What's shown on the left, which are the nusinersen data, as you can see, upon initiation of nusinersen, over that gray shaded area, it's about a 12-month period, you see a nice increase, a four point gain, which is meaningful. This was the basis for nusinersen's approval. But what you see is once you get into 12-15 months, that increase stops, there's a plateau effect, and you see no further increase, which is really important to understand. But definitely see functional improvement with nusinersen. Similarly, the graph on the right is risdiplam, and it also shows an increase, although the order of magnitude is about 1.5-2 points. And similarly, over the course of time, no further increase, and if anything, a bit of decline on risdiplam. So you get initial functional gain, but a plateau phase for these therapies.

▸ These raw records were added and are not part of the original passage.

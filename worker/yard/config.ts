/** What the yard is told at its start: by arguments and one file, and by nothing else. */
import { parseArgs } from 'node:util';
import { readFileSync } from 'node:fs';
import { z } from 'zod';
import { yardHouses } from './catalogue';

const houseKeys = yardHouses.map(({ key }) => key);

const yardConfig = z.strictObject({
  seed: z.number().int(),
  /** where the world is kept over a restart */
  stateFile: z.string().min(1),
  nodes: z.array(
    z.strictObject({
      key: z.string().min(1),
      token: z.string().min(1),
      /** key of the house in the yard's catalogue that this node is wired into */
      house: z.string().refine((key) => houseKeys.includes(key), {
        error: ({ input }) => `the yard has no house "${String(input)}"; it has ${houseKeys.join(', ')}`,
      }),
    }),
  ),
});

export type YardConfig = z.infer<typeof yardConfig> & {
  server: string;
  rate: number;
  trainingPort: number | null;
};

/** @throws Error with a sentence that says what to give, for arguments or a file that do not fit */
export function readConfig(argv: readonly string[]): YardConfig {
  const { values } = parseArgs({
    args: [...argv],
    options: {
      config: { type: 'string' },
      server: { type: 'string' },
      rate: { type: 'string', default: '1' },
      training: { type: 'string' },
    },
  });
  if (values.config === undefined || values.server === undefined) {
    throw new Error('give --config FILE --server WS_URL [--rate N] [--training PORT]');
  }
  const rate = Number(values.rate);
  if (!Number.isFinite(rate) || rate <= 0)
    throw new Error(`--rate must be a number above 0, not "${values.rate}"`);
  if (!/^wss?:\/\//.test(values.server)) {
    throw new Error(`--server must begin with ws:// or wss://, not "${values.server}"`);
  }
  const trainingPort = values.training === undefined ? null : Number(values.training);
  if (
    trainingPort !== null &&
    !(Number.isInteger(trainingPort) && trainingPort > 0 && trainingPort < 65_536)
  ) {
    throw new Error(`--training must be a port, not "${values.training}"`);
  }
  let body: unknown;
  try {
    body = JSON.parse(readFileSync(values.config, 'utf8'));
  } catch (error) {
    throw new Error(`the file of --config cannot be read as JSON: ${values.config}`, { cause: error });
  }
  const parsed = yardConfig.safeParse(body);
  if (!parsed.success) {
    const issue = parsed.error.issues[0];
    throw new Error(
      `the file of --config is wrong at ${issue?.path.join('.') ?? ''}: ${issue?.message ?? ''}`,
    );
  }
  return { ...parsed.data, server: values.server, rate, trainingPort };
}
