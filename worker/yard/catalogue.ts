/**
 * What stands in the simulated yard: houses, what heats them, and the nodes with their relays and points.
 * Data only. Whoever registers these nodes uses the same keys; a node's relay does what is said here.
 * Powers W, conductances W/K, capacities J/K, temperatures °C. The Long house is sized like a small
 * winter tunnel with half a ton of water in it; the others are scaled from it.
 */
import type { GroundPlace, SoilRing } from '@/lib/physics/ground';
import type { Heap, HeapState } from '@/lib/physics/heap';
import type { House } from '@/lib/physics/house';

export type Quantity =
  | 'air'
  | 'bench'
  | 'sheltered-bench'
  | 'humidity'
  | 'outdoors'
  | 'heap-intake'
  | 'heap-return'
  | 'heap-core'
  | 'heap-base'
  | 'heap-edge'
  | 'soil'
  | 'soil-return'
  | 'fan-current'
  | 'light';

/** A sensor: what it sees, in the unit in which it reports. */
export interface YardPoint {
  key: string;
  of: Quantity;
  unit: 'Cel' | '%RH' | 'A' | 'W/m2';
  /** its own constant error */
  offset: number;
  /** standard deviation of its noise */
  noise: number;
  /** its smallest step */
  resolution: number;
}

export interface YardFan {
  relay: number;
  flowM3PerS: number;
  pipeWPerK: number;
  fanW: number;
  volts: number;
}

export interface YardHouse {
  key: string;
  node: string;
  relays: number;
  altitudeM: number;
  /** K by which its valley is warmer than the uplands' weather */
  shelterK: number;
  house: House;
  start: { airC: number; massC: number };
  heap: Heap;
  heapStart: HeapState;
  heapFan: YardFan;
  ground?: SoilRing & { depthM: number; fan: YardFan };
  mat?: { relay: number; watts: number };
  vent?: { relay: number };
  points: YardPoint[];
}

/** How often a node of the yard reports its readings, s of app time. */
export const reportEveryS = 30;

/** Surface of the ground at an upland place, as in the middle of winter in every month, like the weather. */
export const groundPlace: GroundPlace = { meanC: 8.8, swingK: 8, coldestDay: 35, diffusivityM2PerDay: 0.05 };
export const winterDay = 350;
export const heapFloorDepthM = 2;

const cardinal = { leastC: 5, bestC: 58, mostC: 80 };
/** 1.1 kW of 10 GJ: a heap at its best spends one part in a hundred a day. */
const spendPerS = 1.1e-7;

const wire = (key: string, of: Quantity, offset: number): YardPoint => ({
  key,
  of,
  unit: 'Cel',
  offset,
  noise: 0.04,
  resolution: 0.0625,
});
const other = (
  key: string,
  of: Quantity,
  unit: YardPoint['unit'],
  noise: number,
  resolution: number,
): YardPoint => ({ key, of, unit, offset: 0, noise, resolution });

const longHouse: YardHouse = {
  key: 'long-house',
  node: 'LH-1',
  relays: 8,
  altitudeM: 310,
  shelterK: 0,
  house: {
    lossWPerK: 34,
    airJPerK: 0.15e6,
    massJPerK: 2.2e6,
    airMassWPerK: 90,
    groundWPerK: 6,
    sunM2: 10,
    sunToAir: 0.4,
    ventWPerK: 120,
  },
  start: { airC: 5.5, massC: 6.5 },
  heap: {
    coreShare: 0.89,
    baseJPerK: 0.16e6,
    coreBaseWPerK: 90,
    airWPerK: 10.5,
    groundWPerK: 5,
    spendPerS,
    cardinal,
  },
  heapStart: { coreC: 52, baseC: 49, digestibleJ: 1e10, shellJ: 3e9, massKg: 5500, moisture: 0.6 },
  heapFan: { relay: 1, flowM3PerS: 0.0425, pipeWPerK: 45, fanW: 12, volts: 24 },
  ground: {
    soilJPerK: 28e6,
    farWPerK: 160,
    depthM: 1.5,
    fan: { relay: 2, flowM3PerS: 0.06, pipeWPerK: 60, fanW: 18, volts: 24 },
  },
  mat: { relay: 3, watts: 240 },
  vent: { relay: 4 },
  points: [
    wire('house-air', 'air', 0.06),
    wire('bench-1', 'bench', -0.09),
    wire('bench-2', 'sheltered-bench', 0.12),
    other('humidity', 'humidity', '%RH', 0.4, 0.1),
    wire('outdoors', 'outdoors', 0.03),
    wire('loop-intake', 'heap-intake', 0.05),
    wire('loop-return', 'heap-return', -0.11),
    wire('gate-core', 'heap-core', 0.2),
    wire('gate-base', 'heap-base', -0.14),
    wire('gate-edge', 'heap-edge', 0.1),
    wire('ground', 'soil', 0.05),
    wire('ground-return', 'soil-return', -0.04),
    other('fan-amps', 'fan-current', 'A', 0.008, 0.01),
    other('light', 'light', 'W/m2', 1.2, 1),
  ],
};

const propHouse: YardHouse = {
  key: 'prop-house',
  node: 'PH-1',
  relays: 4,
  altitudeM: 310,
  shelterK: 0,
  house: {
    lossWPerK: 19,
    airJPerK: 0.08e6,
    massJPerK: 1.3e6,
    airMassWPerK: 55,
    groundWPerK: 4,
    sunM2: 5.5,
    sunToAir: 0.4,
    ventWPerK: 70,
  },
  start: { airC: 7, massC: 7.5 },
  heap: {
    coreShare: 0.88,
    baseJPerK: 0.12e6,
    coreBaseWPerK: 70,
    airWPerK: 7.6,
    groundWPerK: 3.8,
    spendPerS,
    cardinal,
  },
  heapStart: { coreC: 56, baseC: 52, digestibleJ: 7.6e9, shellJ: 2.2e9, massKg: 3800, moisture: 0.58 },
  heapFan: { relay: 1, flowM3PerS: 0.033, pipeWPerK: 34, fanW: 9, volts: 24 },
  mat: { relay: 2, watts: 160 },
  vent: { relay: 3 },
  points: [
    wire('house-air', 'air', -0.05),
    wire('bench-1', 'bench', 0.08),
    other('humidity', 'humidity', '%RH', 0.4, 0.1),
    wire('outdoors', 'outdoors', -0.06),
    wire('loop-intake', 'heap-intake', 0.02),
    wire('loop-return', 'heap-return', 0.09),
    wire('yew-core', 'heap-core', -0.15),
    wire('yew-base', 'heap-base', 0.07),
    other('fan-amps', 'fan-current', 'A', 0.008, 0.01),
    other('light', 'light', 'W/m2', 1.2, 1),
  ],
};

const stonebeck: YardHouse = {
  key: 'beck-house',
  node: 'SN-1',
  relays: 4,
  altitudeM: 140,
  shelterK: 1.1,
  house: {
    lossWPerK: 24,
    airJPerK: 0.11e6,
    massJPerK: 1.6e6,
    airMassWPerK: 66,
    groundWPerK: 5,
    sunM2: 7,
    sunToAir: 0.4,
    ventWPerK: 90,
  },
  start: { airC: 5, massC: 6 },
  heap: {
    coreShare: 0.88,
    baseJPerK: 0.13e6,
    coreBaseWPerK: 74,
    airWPerK: 8.4,
    groundWPerK: 4.2,
    spendPerS,
    cardinal,
  },
  heapStart: { coreC: 54, baseC: 50, digestibleJ: 8.2e9, shellJ: 2.4e9, massKg: 4300, moisture: 0.55 },
  heapFan: { relay: 1, flowM3PerS: 0.035, pipeWPerK: 37, fanW: 10, volts: 24 },
  vent: { relay: 2 },
  points: [
    wire('house-air', 'air', 0.04),
    wire('bench-1', 'bench', -0.03),
    other('humidity', 'humidity', '%RH', 0.4, 0.1),
    wire('outdoors', 'outdoors', 0.07),
    wire('loop-intake', 'heap-intake', -0.04),
    wire('loop-return', 'heap-return', 0.06),
    wire('beck-core', 'heap-core', 0.11),
    wire('beck-base', 'heap-base', -0.08),
    other('fan-amps', 'fan-current', 'A', 0.008, 0.01),
  ],
};

export const yardHouses: readonly YardHouse[] = [longHouse, propHouse, stonebeck];

/** The house of a key. @throws Error for a key that the yard does not have. */
export function yardHouse(key: string): YardHouse {
  const found = yardHouses.find((house) => house.key === key);
  if (found === undefined) {
    throw new Error(`the yard has no house "${key}"; it has ${yardHouses.map((h) => h.key).join(', ')}`);
  }
  return found;
}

What does that look like against the Hammersmith scale? I said it's a 66-point scale, and you can see is what's shaded here is there's a lot of room to grow to help these children get to full function. So while meaningful and important, it's not enough. If we take a look and we listen to those living with SMA, what they describe is that they want to have more function. They want to preserve the function that they already have achieved, because this is inherently a progressive disease. So they don't want to lose their function, and they want to be able to do more things, as well as reduce fatigue. Fatigue is a fundamental issue considering the limited muscle mass. In fact, many patients have to plan their day accordingly because they don't have the energy to make it through all their activities.

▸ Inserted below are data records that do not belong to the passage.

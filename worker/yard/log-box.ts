/** What a node has to say of itself, kept until the server has said that it knows: the oldest first. */

export interface KeptLog {
  level: 'info' | 'warning';
  text: string;
}

interface Entry extends KeptLog {
  /** the frame it is under way in */
  seq: number | null;
}

/** A fallback of three relays that runs for four days fills it; then the oldest is let go. */
const entriesMost = 500;
/** One frame an entry: not so many at once that readings wait behind them. */
const underWayMost = 20;

export class LogBox {
  private entries: Entry[];

  /**
   * @param send sends a log frame; its seq, or null where the line is not open
   * @param keep told of the whole box after each change: it outlives a restart
   */
  constructor(
    kept: readonly KeptLog[],
    private readonly send: (entry: KeptLog) => number | null,
    private readonly keep: (entries: KeptLog[]) => void,
  ) {
    this.entries = kept.map((entry) => ({ ...entry, seq: null }));
  }

  add(entry: KeptLog): void {
    this.entries = [...this.entries, { ...entry, seq: null }].slice(-entriesMost);
    this.keepNow();
    this.sendWaiting();
  }

  sendWaiting(): void {
    let underWay = this.entries.filter(({ seq }) => seq !== null).length;
    for (const entry of this.entries) {
      if (entry.seq !== null) continue;
      if (underWay >= underWayMost) return;
      entry.seq = this.send({ level: entry.level, text: entry.text });
      if (entry.seq === null) return;
      underWay += 1;
    }
  }

  acknowledged(seq: number): void {
    const left = this.entries.filter((entry) => entry.seq !== seq);
    if (left.length === this.entries.length) return;
    this.entries = left;
    this.keepNow();
    this.sendWaiting();
  }

  /** Whatever was under way may or may not have arrived, and waits again. */
  lineDown(): void {
    for (const entry of this.entries) entry.seq = null;
  }

  private keepNow(): void {
    this.keep(this.entries.map(({ level, text }) => ({ level, text })));
  }
}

So, a lot of room unmet need remaining. That sets the stage for a muscle-directed therapy. Scholar Rock was a pioneer in introducing myostatin, blocking myostatin in SMA. Again, myostatin is an excellent target. It regulates skeletal muscle. When you block it, it turns on the cellular machinery. Muscle hypertrophy follows, which results in increased function and strength. So this is like a perfect indication for an anti-myostatin program. We're positioned for success with our approach with apitegromab. As I said, this is the right target to add and enhance in this neuromuscular disorder, targeting the muscle. We have a proof of concept study with TOPAZ that informed our phase III trial for SAPPHIRE, and we have a safety profile that's unparalleled. We, and I'll talk more about that. We have over four years of experience now with a very, very safe program.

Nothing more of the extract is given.